Task details |
In the listing below, count the lines containing the string "grooveMeasure". Reply with that number only.

Data under study |
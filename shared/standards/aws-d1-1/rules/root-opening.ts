/** Row 33: a smaller root opening than tested, beyond the tolerance. */
import { grooveMeasure, isGouged } from '../groove-measure.ts'

/** Fit-up tolerance of the joint figures; a root that is backgouged may close further. */
const TOLERANCE = { SI: { plain: 2, gouged: 3 }, US: { plain: 1 / 16, gouged: 1 / 8 } } as const

export const rootOpening = grooveMeasure({
  variable: 'root_opening', field: 'joint.rootOpening', label: 'root opening', dimension: 'length', may: 'fall',
  value: ({ joint }) => joint.rootOpening,
  room: (variables, system) => TOLERANCE[system][isGouged(variables) ? 'gouged' : 'plain'],
  arises: () => true,
})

Expected output |
2